• Folge 361 (90 Min.)
    Abendstimmung im Ytre-Hvaler-Nationalpark. – Bild: WDR/​Antje Wunsch-Baumgarten
    Abendstimmung im Ytre-Hvaler-Nationalpark.
    Urlaub rund um Norwegens wichtigster Wasserstraße! André Gatzke beginnt seine Reise an der Mündung des Oslofjords in die Nordsee, fährt zu traumhaften, kleinen Inseln und erlebt zugleich die hochmoderne, norwegische Kultur, die untrennbar mit der Naturliebe dieser Nation verbunden ist. Im idyllischen Ferienort Åsgårdstrand besucht er das Sommerhaus des berühmtesten, norwegischen Malers Edvard Munch, dem in Oslo ein gigantisches Museum gewidmet ist. In der ältesten Stadt Norwegens, in Tønsberg, erlebt André Gatzke ein Wikingerfestival und macht eine aufregende Wanderung durch eine 40 Meter hohe Schlucht in der Nähe der Stadt Drammen. Urlaub in den Schären des Oslofjordes Der Ytre Hvaler Nationalpark, gegründet 2009, umfasst vier Vogelschutzgebiete. Über 90 Prozent des Schutzgebietes liegt allerdings unter Wasser, wo es viele Kaltwasserkorallenriffe gibt.
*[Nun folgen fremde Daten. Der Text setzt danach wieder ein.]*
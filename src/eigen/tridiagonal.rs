//! Selected eigenpairs of a symmetric tridiagonal matrix T (order-2
//! finite differences: p = 1, B = I, no wrap) in O(N k) work.
//!
//! 1. **Isolation** by Sturm bisection ([`super::sturm`]), run only until every
//!    wanted level j sits alone in a bracket [l_j, u_j) with count(l_j) = j and
//!    count(u_j) = j + 1. All open brackets are bisected together, several
//!    shifts per sweep. While a bracket spans a large ratio above the
//!    Gershgorin lower bound g, its split point is the geometric mean
//!    g + sqrt((l - g)(u - g)), so the ~40 binary orders between ||T|| and the
//!    tiny low-lying gaps are crossed in a handful of rounds.
//! 2. **Rayleigh-quotient iteration with twisted factorisations**: for a shift
//!    sigma, T - sigma I = L+ D+ L+^T = U- D- U-^T; the twist index r minimising
//!    |gamma_r|, gamma_r = D+_r + D-_r - (d_r - sigma), gives the vector
//!    z_r = 1, z_i = -l+_i z_{i+1} (i < r), z_{i} = -u-_i z_{i-1} (i > r), one
//!    inverse-iteration step from the best unit vector (Parlett & Dhillon,
//!    Linear Algebra Appl. 267 (1997) 247-279; Dhillon & Parlett, Linear
//!    Algebra Appl. 387 (2004) 1-28). The negatives of D+ are the Sturm count
//!    at sigma, which tightens the bracket; a Rayleigh quotient outside the
//!    bracket is replaced by the bracket midpoint (safeguard). Levels are
//!    independent and run in parallel.
//! 3. **Rayleigh-Ritz** on the k vectors (Cholesky of the Gram matrix, O(N k^2)
//!    once) restores the orthogonality that inverse iteration loses when
//!    gaps are tiny relative to ||T|| (error ~ eps ||T|| / gap); the Ritz
//!    values must fall in their brackets (checked), which proves with the
//!    Sturm counts that no level is skipped or duplicated.

use rayon::prelude::*;

use super::dense::fix_sign;
use super::error::EigenError;
use super::matrix::{Problem, SymBanded};
use super::sturm::{sturm_counts, SturmData};
use super::subspace::{dot, rayleigh_ritz_in_place};

/// Result of the tridiagonal path.
pub type TridiagonalOutput = super::params::PathOutput;

/// One converged level: vector (empty when only values are wanted), its
/// Rayleigh quotient, iterations, final bracket.
type LevelResult = (Vec<f64>, f64, usize, f64, f64);

struct Brackets {
    /// (shift, count) pairs, sorted by shift.
    points: Vec<(f64, usize)>,
}

impl Brackets {
    fn bracket(&self, j: usize) -> ((f64, usize), (f64, usize)) {
        let mut lo = self.points[0];
        let mut hi = self.points[self.points.len() - 1];
        for &pt in &self.points {
            if pt.1 <= j && pt.0 >= lo.0 {
                lo = pt;
            }
        }
        for &pt in self.points.iter().rev() {
            if pt.1 > j && pt.0 <= hi.0 {
                hi = pt;
            }
        }
        (lo, hi)
    }
    fn insert(&mut self, s: f64, c: usize) {
        let pos = self.points.partition_point(|p| p.0 < s);
        if pos < self.points.len() && self.points[pos].0 == s {
            return;
        }
        self.points.insert(pos, (s, c));
    }
}

/// Work arrays of one level's iteration.
/// Joint bisection rounds after isolation (each halves every bracket).
const EXTRA_ROUNDS: usize = 8;

struct Scratch {
    dp: Vec<f64>,
    dm: Vec<f64>,
    z: Vec<f64>,
}

/// One twisted-factorisation step at shift `sigma`: returns the Sturm count
/// at sigma, the Rayleigh quotient and the residual 2-norm of the vector
/// left (not normalised) in `w.z`.
fn twisted_step(
    t: &SymBanded,
    e2: &[f64],
    pivmin: f64,
    sigma: f64,
    w: &mut Scratch,
) -> (usize, f64, f64) {
    let d = &t.bands[0];
    let e = &t.bands[1];
    let n = d.len();
    let (dp, dm, z) = (&mut w.dp, &mut w.dm, &mut w.z);
    let guard = |v: f64| if v.abs() <= pivmin { -pivmin } else { v };
    // forward (stationary) and backward (progressive) factorisations, interleaved
    dp[0] = guard(d[0] - sigma);
    dm[n - 1] = guard(d[n - 1] - sigma);
    let mut count = usize::from(dp[0] < 0.0);
    for i in 1..n {
        let ib = n - 1 - i;
        let a = guard((d[i] - sigma) - e2[i - 1] / dp[i - 1]);
        dp[i] = a;
        count += usize::from(a < 0.0);
        dm[ib] = guard((d[ib] - sigma) - e2[ib] / dm[ib + 1]);
    }
    let mut r = 0;
    let mut gamma = f64::INFINITY;
    for (i, ((&a, &b), &di)) in dp.iter().zip(dm.iter()).zip(d).enumerate() {
        let g = a + b - (di - sigma);
        if g.abs() < gamma.abs() {
            gamma = g;
            r = i;
        }
    }
    const BIG: f64 = 1e150;
    let mut scale = 1.0;
    z[r] = 1.0;
    let mut nrm2 = 1.0;
    for i in (0..r).rev() {
        let v = -(e[i] / dp[i]) * z[i + 1];
        if v.is_finite() {
            z[i] = v;
        } else if v.is_nan() {
            z[i] = 0.0;
        } else {
            // the entry dominates everything computed so far
            z[i + 1..=r].iter_mut().for_each(|x| *x = 0.0);
            z[i] = 1.0;
            nrm2 = 0.0;
            scale = 0.0;
        }
        if z[i].abs() > BIG {
            z[i..=r].iter_mut().for_each(|x| *x /= BIG);
            nrm2 /= BIG * BIG;
            scale /= BIG;
        }
        nrm2 += z[i] * z[i];
    }
    for i in r + 1..n {
        let v = -(e[i - 1] / dm[i]) * z[i - 1];
        if v.is_finite() {
            z[i] = v;
        } else if v.is_nan() {
            z[i] = 0.0;
        } else {
            z[..i].iter_mut().for_each(|x| *x = 0.0);
            z[i] = 1.0;
            nrm2 = 0.0;
            scale = 0.0;
        }
        if z[i].abs() > BIG {
            z[..=i].iter_mut().for_each(|x| *x /= BIG);
            nrm2 /= BIG * BIG;
            scale /= BIG;
        }
        nrm2 += z[i] * z[i];
    }
    if !(nrm2.is_finite() && nrm2 > 0.0) {
        return (count, f64::NAN, f64::INFINITY);
    }
    let nrm = nrm2.sqrt();
    if scale == 1.0 {
        // (T - sigma I) z = gamma_r e_r with z_r = 1 (Parlett & Dhillon 1997):
        // rho = sigma + gamma_r / ||z||^2, ||T zhat - rho zhat|| = |gamma_r| / ||z|| sqrt(1 - 1/||z||^2)
        let rho = sigma + gamma / nrm2;
        let res = gamma.abs() / nrm * (1.0 - 1.0 / nrm2).max(0.0).sqrt();
        (count, rho, res)
    } else {
        // rescaled or reset: fall back to an explicit Rayleigh quotient
        let inv = 1.0 / nrm;
        z.iter_mut().for_each(|x| *x *= inv);
        t.mul_vec(z, dp);
        let rho = dot(z, dp);
        let mut s = 0.0;
        for (a, b) in dp.iter().zip(z.iter()) {
            let q = a - rho * b;
            s += q * q;
        }
        z.iter_mut().for_each(|x| *x *= nrm);
        (count, rho, s.sqrt())
    }
}

/// Unit copy of `z`.
fn unit(z: &[f64]) -> Vec<f64> {
    let inv = 1.0 / dot(z, z).sqrt();
    z.iter().map(|x| x * inv).collect()
}

/// Levels `first..first+count` of the tridiagonal matrix `t` (p = 1, no
/// wrap). With `vectors` false only the values come back (`vectors` empty):
/// each level's Rayleigh quotient, no vector kept and no Rayleigh-Ritz, in
/// O(N) memory per thread instead of O(N k).
pub fn solve_tridiagonal(
    t: &SymBanded,
    first: usize,
    count: usize,
    residual_tol: f64,
    max_iterations: usize,
    vectors: bool,
) -> Result<TridiagonalOutput, EigenError> {
    let want_vectors = vectors;
    let n = t.n;
    let d = &t.bands[0];
    let e: &[f64] = if t.bands.len() > 1 { &t.bands[1] } else { &[] };
    let data = SturmData::new(d, e);
    let mut factorizations = 0usize;
    // Gershgorin bounds
    let mut glo = f64::INFINITY;
    let mut ghi = f64::NEG_INFINITY;
    for i in 0..n {
        let off =
            if i > 0 { e[i - 1].abs() } else { 0.0 } + if i + 1 < n { e[i].abs() } else { 0.0 };
        glo = glo.min(d[i] - off);
        ghi = ghi.max(d[i] + off);
    }
    let tnorm = t
        .norm_one()
        .max(glo.abs())
        .max(ghi.abs())
        .max(f64::MIN_POSITIVE);
    let pad = 2.0 * f64::EPSILON * tnorm * n as f64 + 2.0 * data.pivmin;
    glo -= pad;
    ghi += pad;
    let tiny = f64::EPSILON * tnorm;
    let mut br = Brackets {
        points: vec![(glo, 0), (ghi, n)],
    };
    let wanted: Vec<usize> = (first..first + count).collect();
    let split = |l: f64, u: f64| -> f64 {
        let sl = (l - glo).max(tiny);
        let su = u - glo;
        if su > 8.0 * sl {
            glo + (sl * su).sqrt()
        } else {
            0.5 * (l + u)
        }
    };
    // phase 1: isolation
    for _round in 0..200 {
        let mut shifts: Vec<f64> = Vec::new();
        for &j in &wanted {
            let ((l, cl), (u, cu)) = br.bracket(j);
            if cl == j && cu == j + 1 {
                continue;
            }
            let width_floor = 4.0 * f64::EPSILON * l.abs().max(u.abs()) + data.pivmin;
            if u - l <= width_floor {
                continue;
            }
            let s = split(l, u);
            if shifts.last() != Some(&s) {
                shifts.push(s);
            }
        }
        if shifts.is_empty() {
            break;
        }
        let counts = sturm_counts(&data, &shifts);
        factorizations += shifts.len().div_ceil(8);
        for (s, c) in shifts.into_iter().zip(counts) {
            br.insert(s, c);
        }
    }
    // a few extra joint rounds so that each bracket is narrow compared with its neighbours
    for _round in 0..EXTRA_ROUNDS {
        let shifts: Vec<f64> = wanted
            .iter()
            .map(|&j| {
                let ((l, _), (u, _)) = br.bracket(j);
                split(l, u)
            })
            .collect();
        let counts = sturm_counts(&data, &shifts);
        factorizations += shifts.len().div_ceil(8);
        for (s, c) in shifts.into_iter().zip(counts) {
            br.insert(s, c);
        }
    }
    let brackets: Vec<(f64, f64, bool)> = wanted
        .iter()
        .map(|&j| {
            let ((l, cl), (u, cu)) = br.bracket(j);
            (l, u, cl == j && cu == j + 1)
        })
        .collect();
    // phase 2: Rayleigh-quotient iteration per level
    let target = residual_tol * f64::EPSILON * tnorm;
    let accept = 0.5 * (n as f64) * f64::EPSILON * tnorm;
    let per_level: Vec<Result<LevelResult, EigenError>> = wanted
        .par_iter()
        .zip(&brackets)
        .map(|(&j, &(l0, u0, _))| {
            let (mut l, mut u) = (l0, u0);
            let mut w = Scratch {
                dp: vec![0.0; n],
                dm: vec![0.0; n],
                z: vec![0.0; n],
            };
            let keep = |z: &[f64]| if want_vectors { unit(z) } else { Vec::new() };
            let mut best: Option<(Vec<f64>, f64)> = None;
            let mut best_res = f64::INFINITY;
            let mut sigma = 0.5 * (l + u);
            let mut prev_res = f64::INFINITY;
            for it in 1..=max_iterations {
                let (c, rho, res) = twisted_step(t, &data.e2, data.pivmin, sigma, &mut w);
                if c <= j {
                    l = l.max(sigma);
                } else {
                    u = u.min(sigma);
                }
                let slack = res + 4.0 * f64::EPSILON * tnorm;
                let inside = rho >= l - slack && rho <= u + slack;
                if inside && res < best_res {
                    best_res = res;
                    best = Some((keep(&w.z), rho));
                }
                if inside && (res <= target || (res > 0.5 * prev_res && res <= accept)) {
                    let (v, r) = best.take().unwrap_or_else(|| (keep(&w.z), rho));
                    return Ok((v, r, it, l, u));
                }
                if inside {
                    prev_res = res;
                    sigma = rho.clamp(l, u);
                } else {
                    prev_res = f64::INFINITY;
                    sigma = 0.5 * (l + u);
                }
            }
            match best {
                Some((v, r)) if best_res <= accept => Ok((v, r, max_iterations, l, u)),
                _ => Err(EigenError::NoConvergence {
                    level: j + 1,
                    iterations: max_iterations,
                    residual: best_res,
                }),
            }
        })
        .collect();
    let mut vectors = Vec::with_capacity(count);
    let mut quotients = Vec::with_capacity(count);
    let mut iterations = 0;
    let mut final_brackets = Vec::with_capacity(count);
    for r in per_level {
        let (v, rho, it, l, u) = r?;
        iterations += it;
        factorizations += it;
        vectors.push(v);
        quotients.push(rho);
        final_brackets.push((l, u));
    }
    // phase 3: Rayleigh-Ritz
    let problem = Problem { a: t, b: None };
    let (values, mut vectors) = if !want_vectors {
        (quotients, Vec::new())
    } else if count > 1 {
        rayleigh_ritz_in_place(&problem, vectors)?
    } else {
        let v = vectors.pop().map(|v| vec![v]).unwrap_or_default();
        let vals = v
            .iter()
            .map(|z| {
                let mut tz = vec![0.0; n];
                t.mul_vec(z, &mut tz);
                dot(z, &tz)
            })
            .collect();
        (vals, v)
    };
    for v in vectors.iter_mut() {
        fix_sign(v);
    }
    let slack = 16.0 * f64::EPSILON * tnorm + accept;
    for (j, (&v, &(l, u))) in values.iter().zip(&final_brackets).enumerate() {
        if v < l - slack || v > u + slack {
            return Err(EigenError::NoConvergence {
                level: first + j + 1,
                iterations,
                residual: (v - 0.5 * (l + u)).abs(),
            });
        }
    }
    let inertia_below = match final_brackets.last() {
        Some(&(_, u)) => {
            factorizations += 1;
            data.count(u)
        }
        None => first,
    };
    Ok(TridiagonalOutput {
        values,
        vectors,
        iterations,
        factorizations,
        inertia_below,
    })
}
Die kleine Insel Nordre Sandøy hat ein großes Wegenetz, um spazieren zu gehen oder mit dem Fahrrad zu fahren. In die belebten Altstadt Fredrikstad ist alles auf Freizeitvergnügen angelegt. Ein besonderer Spaß, nicht nur bei Regentagen, ist das Modelleisenbahnmuseum. Lebendige Wikinger Die Vorfahren der Norweger, die auf der Grenze zwischen alter Naturreligion und Christentum ihre Blütezeit hatten, sind bis heute ein wichtiger Teil der norwegischen Identität. Das merkt man auf dem Wikingerfest in Tønsberg, zu dem Norweger im August aus allem Landesteilen anreisen, um dort mitzuwirken. Auch im Freiluftmuseum in Borre wird das Wikingerleben durch Laiendarsteller immer wieder lebendig. Die großartigen Wikingerschiffe werden seit langem geborgen, intensiv erforscht und sogar nachgebaut. Der norwegische Schiffsbau Auf der Halbinsel Isegran wird das ehemalige Segelschulschiff Najaden aufwendig restauriert. Bis 1938 lernten junge Männer hier für eine Laufbahn in der Handelsmarine. Die Pflege der Schiffsbautradition hat einen hohen Stellenwert in Norwegen. André Gatzke hilft mit auf einer Werft, in der alte Fähren und Handelsschiffe restauriert und wieder fit gemacht werden. Seefahrt und Abenteurersinn hat immer schon Höchstleistungen hervorgebracht. Im Roald-Amundsen-Museum bei Fredrikstad kann man die lebensgefährliche Eroberung des Südpols 1911 durch den Norweger Amundsen nachvollziehen. (Text: WDR)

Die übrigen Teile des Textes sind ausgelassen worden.